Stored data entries
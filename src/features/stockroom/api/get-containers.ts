/** GET /api/containers: the Stockroom search, paged, sorted and filtered on the server. */
import { keepPreviousData, queryOptions, useQuery } from "@tanstack/react-query";
import { boundedPageOf } from "@shared/schemas/common";
import { containerDto } from "@shared/schemas/stock";
import { api, parseResponse } from "@/lib/api-client";
import { stockKeys, type ContainerFilters } from "./keys";

/** `totalIsExact: false`: counting stopped at `total`, more match. */
const containerPage = boundedPageOf(containerDto);

export async function getContainers(q: ContainerFilters, signal?: AbortSignal) {
  const data = await api.get<unknown>("/containers", { query: { ...q }, signal });
  return parseResponse(containerPage, data, "GET /api/containers");
}

export const containersQueryOptions = (q: ContainerFilters) =>
  queryOptions({ queryKey: stockKeys.containerList(q), queryFn: ({ signal }) => getContainers(q, signal), placeholderData: keepPreviousData });

export const useContainers = (q: ContainerFilters) => useQuery(containersQueryOptions(q));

*TASK*
All lines above that contain the word "ContainerFilters" are to be copied.

*TASK OUTPUT*
import { stockKeys, type ContainerFilters } from "./keys";
export async function getContainers(q: ContainerFilters, signal?: AbortSignal) {
export const containersQueryOptions = (q: ContainerFilters) =>
export const useContainers = (q: ContainerFilters) => useQuery(containersQueryOptions(q));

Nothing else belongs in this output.